**Record extracts:**
- - -
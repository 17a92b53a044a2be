//! Opening: modes, the lock, newer stores, backups.

use std::os::unix::fs::PermissionsExt;
use std::path::Path;
use std::time::Duration;

use tempfile::TempDir;
use twoline::store::{Access, ErrorKind, Kdf, New, Secret, Store};

use super::support::*;

fn mode(path: &Path) -> u32 {
    std::fs::metadata(path).unwrap().permissions().mode() & 0o777
}

#[test]
fn only_the_owner_reads_any_file_while_open_too() {
    let (_temp, mut store) = fresh();
    fill(&mut store);
    let drafts = store.drafts().unwrap();
    drafts.save(super::drafts::draft("Q-1", "20/40")).unwrap();
    drafts.flush().unwrap();
    assert_eq!(mode(store.dir()), 0o700);
    let mut names: Vec<String> = Vec::new();
    for entry in std::fs::read_dir(store.dir()).unwrap() {
        let entry = entry.unwrap();
        assert_eq!(mode(&entry.path()), 0o600, "{}", entry.path().display());
        names.push(entry.file_name().into_string().unwrap());
    }
    names.sort();
    assert_eq!(
        names,
        [
            "drafts.db",
            "drafts.db-shm",
            "drafts.db-wal",
            "lock",
            "store.db",
            "store.db-shm",
            "store.db-wal",
            "store.key"
        ]
    );
}

#[test]
fn a_writer_takes_loose_modes_back() {
    let (_temp, store) = fresh();
    let dir = store.dir().to_owned();
    drop(store);
    let loosen = |path: &Path, mode| {
        std::fs::set_permissions(path, std::fs::Permissions::from_mode(mode)).unwrap();
    };
    loosen(&dir, 0o777);
    for name in ["store.key", "store.db", "lock"] {
        loosen(&dir.join(name), 0o666);
    }
    let _store = open(&dir);
    assert_eq!(mode(&dir), 0o700);
    for name in ["store.key", "store.db", "lock"] {
        assert_eq!(mode(&dir.join(name)), 0o600, "{name}");
    }
}

#[test]
fn pragmas_hold() {
    let (_temp, store) = fresh();
    let dir = store.dir().to_owned();
    let conn = raw(&dir);
    let mode: String = conn
        .query_row("PRAGMA journal_mode", [], |r| r.get(0))
        .unwrap();
    assert_eq!(mode, "wal");
    let id: i64 = conn
        .query_row("PRAGMA application_id", [], |r| r.get(0))
        .unwrap();
    assert_eq!(id, i64::from(u32::from_be_bytes(*b"TwoL")));
}

#[test]
fn a_second_writer_waits_then_hears_who_writes_and_may_read() {
    let (_temp, mut store) = fresh();
    let error = Store::open(
        store.dir(),
        &Secret::None,
        Access::Write {
            wait: Duration::from_millis(120),
        },
    )
    .unwrap_err();
    assert_eq!(error.kind(), ErrorKind::Locked);
    let words = error.to_string();
    let pid = std::process::id();
    assert!(
        words.starts_with(&format!(
            "the store is in use: process {pid} is writing since 20"
        )),
        "{words}"
    );
    assert_eq!(
        error.hint().unwrap(),
        "close the other window, or try again when it is done; reading works meanwhile"
    );

    let reader = Store::open_or_read(store.dir(), &Secret::None, Duration::ZERO).unwrap();
    assert!(!reader.is_writable());
    assert_eq!(reader.holder().unwrap().pid, pid);
    // It sees what the writer commits meanwhile.
    store
        .append(&author(), |tx| tx.add(&child("Q-1", "Okafor", "Ada")))
        .unwrap();
    assert!(reader.read().child("Q-1").unwrap().is_some());
    assert_eq!(reader.head().unwrap(), store.head().unwrap());
    reader.verify(None, |_, _| {}).unwrap();

    let dir = store.dir().to_owned();
    drop(store);
    let writer = open(&dir);
    assert!(writer.is_writable() && writer.holder().is_none());
}

#[test]
fn a_newer_store_is_refused_and_left_alone() {
    let (_temp, store) = fresh();
    let dir = store.dir().to_owned();
    drop(store);
    raw(&dir).execute_batch("PRAGMA user_version = 99").unwrap();
    let error = Store::open(&dir, &Secret::None, WRITE).unwrap_err();
    assert_eq!(error.kind(), ErrorKind::Newer);
    assert_eq!(
        error.to_string(),
        format!(
            "this store has schema version 99; this program, twoline {}, knows up to 4",
            env!("CARGO_PKG_VERSION")
        )
    );
    assert_eq!(
        error.hint().unwrap(),
        "open it with the newer twoline that wrote it, or a later one; nothing was changed"
    );
}

#[test]
fn a_folder_without_a_store_says_so() {
    let temp = TempDir::new().unwrap();
    let error = Store::open(temp.path(), &Secret::None, WRITE).unwrap_err();
    assert_eq!(error.kind(), ErrorKind::NotAStore);
    assert!(error.to_string().starts_with("there is no store in "));
    assert_eq!(
        std::fs::read_dir(temp.path()).unwrap().count(),
        0,
        "nothing was made"
    );

    let (_temp, store) = fresh();
    let error = Store::create(store.dir(), new(Secret::None)).unwrap_err();
    assert_eq!(error.kind(), ErrorKind::Exists);
}

#[test]
fn an_interrupted_init_is_told_apart_from_a_store() {
    let temp = TempDir::new().unwrap();
    std::fs::write(temp.path().join("store.db"), "left over").unwrap();
    let error = Store::create(temp.path(), new(Secret::None)).unwrap_err();
    assert_eq!(error.kind(), ErrorKind::Exists);
    assert!(
        error
            .to_string()
            .ends_with("holds a store.db without its key file")
    );
    assert_eq!(
        std::fs::read(temp.path().join("store.db")).unwrap(),
        b"left over"
    );
}

#[test]
fn a_failed_init_leaves_nothing() {
    let temp = TempDir::new().unwrap();
    // A folder stands where the log of the database would be.
    std::fs::create_dir(temp.path().join("store.db-wal")).unwrap();
    Store::create(temp.path(), new(Secret::None)).unwrap_err();
    let left: Vec<_> = std::fs::read_dir(temp.path())
        .unwrap()
        .map(|e| e.unwrap().file_name())
        .collect();
    assert_eq!(left, ["store.db-wal"], "only what was there before");
}

#[test]
fn an_init_that_loses_a_race_removes_nothing_of_the_winner() {
    let temp = TempDir::new().unwrap();
    let dir = temp.path().join("store");
    let start = std::sync::Barrier::new(4);
    let made: Vec<bool> = std::thread::scope(|scope| {
        let begun: Vec<_> = (0..4)
            .map(|_| {
                scope.spawn(|| {
                    // The key takes a while to derive, so that all find the folder free before.
                    let kdf = Kdf::Fixed {
                        memory_kib: 8192,
                        passes: 2,
                    };
                    start.wait();
                    Store::create(
                        &dir,
                        New {
                            kdf,
                            ..new(secret())
                        },
                    )
                    .is_ok()
                })
            })
            .collect();
        begun.into_iter().map(|one| one.join().unwrap()).collect()
    });
    assert_eq!(made.iter().filter(|made| **made).count(), 1, "{made:?}");
    let store = Store::open(&dir, &secret(), WRITE).unwrap();
    store.verify(None, |_, _| {}).unwrap();
}

#[test]
fn a_held_lock_stays_when_an_init_meets_it() {
    let temp = TempDir::new().unwrap();
    let lock = std::fs::File::create(temp.path().join("lock")).unwrap();
    lock.lock().unwrap();
    let error = Store::create(temp.path(), new(Secret::None)).unwrap_err();
    assert_eq!(error.kind(), ErrorKind::Locked);
    assert!(temp.path().join("lock").exists());
}

#[test]
fn a_broken_database_says_so_to_readers_and_writers() {
    let whole = |dir: &Path| std::fs::read(dir.join("store.db")).unwrap();
    for (name, kept) in [("empty", 0), ("noise", usize::MAX)] {
        let (_temp, store) = fresh();
        let dir = store.dir().to_owned();
        drop(store);
        let noise = whole(&dir).into_iter().map(|b| b ^ 0x5A);
        let bytes: Vec<u8> = noise.take(kept).collect();
        std::fs::write(dir.join("store.db"), &bytes).unwrap();
        for access in [WRITE, Access::ReadOnly] {
            let error = Store::open(&dir, &Secret::None, access).unwrap_err();
            assert_eq!(error.kind(), ErrorKind::Damaged, "{name}: {error}");
            assert!(error.to_string().contains("store.db"), "{name}: {error}");
            assert!(error.hint().is_some_and(|h| h.contains("backup")), "{name}");
        }
        assert_eq!(whole(&dir), bytes, "{name}: left as it was");
    }
}

#[test]
fn a_page_that_cannot_be_read_is_damage_to_a_backup_too() {
    let (temp, mut store) = fresh();
    fill(&mut store);
    let dir = store.dir().to_owned();
    drop(store);
    let whole = std::fs::read(dir.join("store.db")).unwrap();
    // A page that opening has no need of.
    let store = (1..whole.len() / 4096)
        .find_map(|page| {
            let mut bytes = whole.clone();
            bytes[page * 4096 + 2000] ^= 1;
            std::fs::write(dir.join("store.db"), bytes).unwrap();
            Store::open(&dir, &Secret::None, WRITE).ok()
        })
        .unwrap();
    let error = store.backup(&temp.path().join("copy")).unwrap_err();
    assert_eq!(error.kind(), ErrorKind::Damaged, "{error}");
    assert!(error.hint().is_some());
    assert!(!temp.path().join("copy").exists());
}

#[test]
fn a_database_and_a_key_of_two_stores_do_not_fit() {
    let (_a, one) = fresh();
    let (_b, two) = fresh();
    let (store, two) = (one, two.dir().to_owned());
    let one = store.dir().to_owned();
    drop(store);
    std::fs::copy(two.join("store.key"), one.join("store.key")).unwrap();
    let error = Store::open(&one, &Secret::None, WRITE).unwrap_err();
    assert_eq!(error.kind(), ErrorKind::Damaged);
    assert!(
        error
            .to_string()
            .ends_with("store.db does not fit its key file")
    );
}

/// A kill leaves the files as they are: what was saved is in the log and is found there.
#[test]
fn what_was_saved_is_there_after_a_kill() {
    let (temp, mut store) = fresh();
    for i in 0..20 {
        store
            .append(&author(), |tx| {
                tx.add(&child(&format!("Q-{i}"), "Okafor", "Ada"))
            })
            .unwrap();
        let left = temp.path().join(format!("left-{i}"));
        std::fs::create_dir(&left).unwrap();
        for entry in std::fs::read_dir(store.dir()).unwrap() {
            let entry = entry.unwrap();
            std::fs::copy(entry.path(), left.join(entry.file_name())).unwrap();
        }
        let after = open(&left);
        assert_eq!(after.head().unwrap(), store.head().unwrap());
        assert!(after.read().child(&format!("Q-{i}")).unwrap().is_some());
        after.verify(None, |_, _| {}).unwrap();
    }
}

#[test]
fn a_backup_reopens_with_the_same_head_and_never_overwrites() {
    let temp = TempDir::new().unwrap();
    let dir = temp.path().join("store");
    let (mut store, _) = Store::create(&dir, new(secret())).unwrap();
    fill(&mut store);
    let drafts = store.drafts().unwrap();
    drafts.save(super::drafts::draft("Q-1", "20/40")).unwrap();
    drafts.flush().unwrap();
    let to = temp.path().join("copy");
    let head = store.backup(&to).unwrap();
    assert_eq!(head, store.head().unwrap());
    let mut names: Vec<_> = std::fs::read_dir(&to)
        .unwrap()
        .map(|e| e.unwrap().file_name().into_string().unwrap())
        .collect();
    names.sort();
    assert_eq!(
        names,
        ["store.db", "store.key"],
        "no drafts, nothing left aside"
    );
    assert_eq!(std::fs::read_dir(temp.path()).unwrap().count(), 2);
    assert_eq!(mode(&to), 0o700);
    for name in names {
        assert_eq!(mode(&to.join(name)), 0o600);
    }
    let again = store.backup(&to).unwrap_err();
    assert_eq!(again.kind(), ErrorKind::Exists);

    let copy = Store::open(&to, &secret(), WRITE).unwrap();
    assert_eq!(copy.head().unwrap(), head);
    assert_eq!(copy.verify(None, |_, _| {}).unwrap().head, head);
}

#[test]
fn a_backup_of_a_damaged_store_gets_no_name() {
    let (temp, mut store) = fresh();
    fill(&mut store);
    {
        let conn = raw(store.dir());
        drop_triggers(&conn);
        conn.execute_batch("UPDATE site SET name = 'x'").unwrap();
    }
    let to = temp.path().join("copy");
    let error = store.backup(&to).unwrap_err();
    assert_eq!(error.kind(), ErrorKind::Damaged);
    assert!(
        error.to_string().starts_with("damaged: site entry "),
        "{error}"
    );
    assert!(
        error.to_string().ends_with(": is not as it was recorded"),
        "{error}"
    );
    assert_eq!(
        error.hint().unwrap(),
        "run `twoline verify` and restore the newest backup that verifies"
    );
    assert!(!to.exists());
    assert_eq!(std::fs::read_dir(temp.path()).unwrap().count(), 1);
}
- - -
**Work instruction:**
Reproduce, character for character, only the lines of the preceding data that start at the line with "assert_eq!(mode(store.dir()), 0o700);" and end at the line with "loosen(&dir, 0o777);", both included.

**Exercise solution:**
    assert_eq!(mode(store.dir()), 0o700);
    let mut names: Vec<String> = Vec::new();
    for entry in std::fs::read_dir(store.dir()).unwrap() {
        let entry = entry.unwrap();
        assert_eq!(mode(&entry.path()), 0o600, "{}", entry.path().display());
        names.push(entry.file_name().into_string().unwrap());
    }
    names.sort();
    assert_eq!(
        names,
        [
            "drafts.db",
            "drafts.db-shm",
            "drafts.db-wal",
            "lock",
            "store.db",
            "store.db-shm",
            "store.db-wal",
            "store.key"
        ]
    );
}

#[test]
fn a_writer_takes_loose_modes_back() {
    let (_temp, store) = fresh();
    let dir = store.dir().to_owned();
    drop(store);
    let loosen = |path: &Path, mode| {
        std::fs::set_permissions(path, std::fs::Permissions::from_mode(mode)).unwrap();
    };
    loosen(&dir, 0o777);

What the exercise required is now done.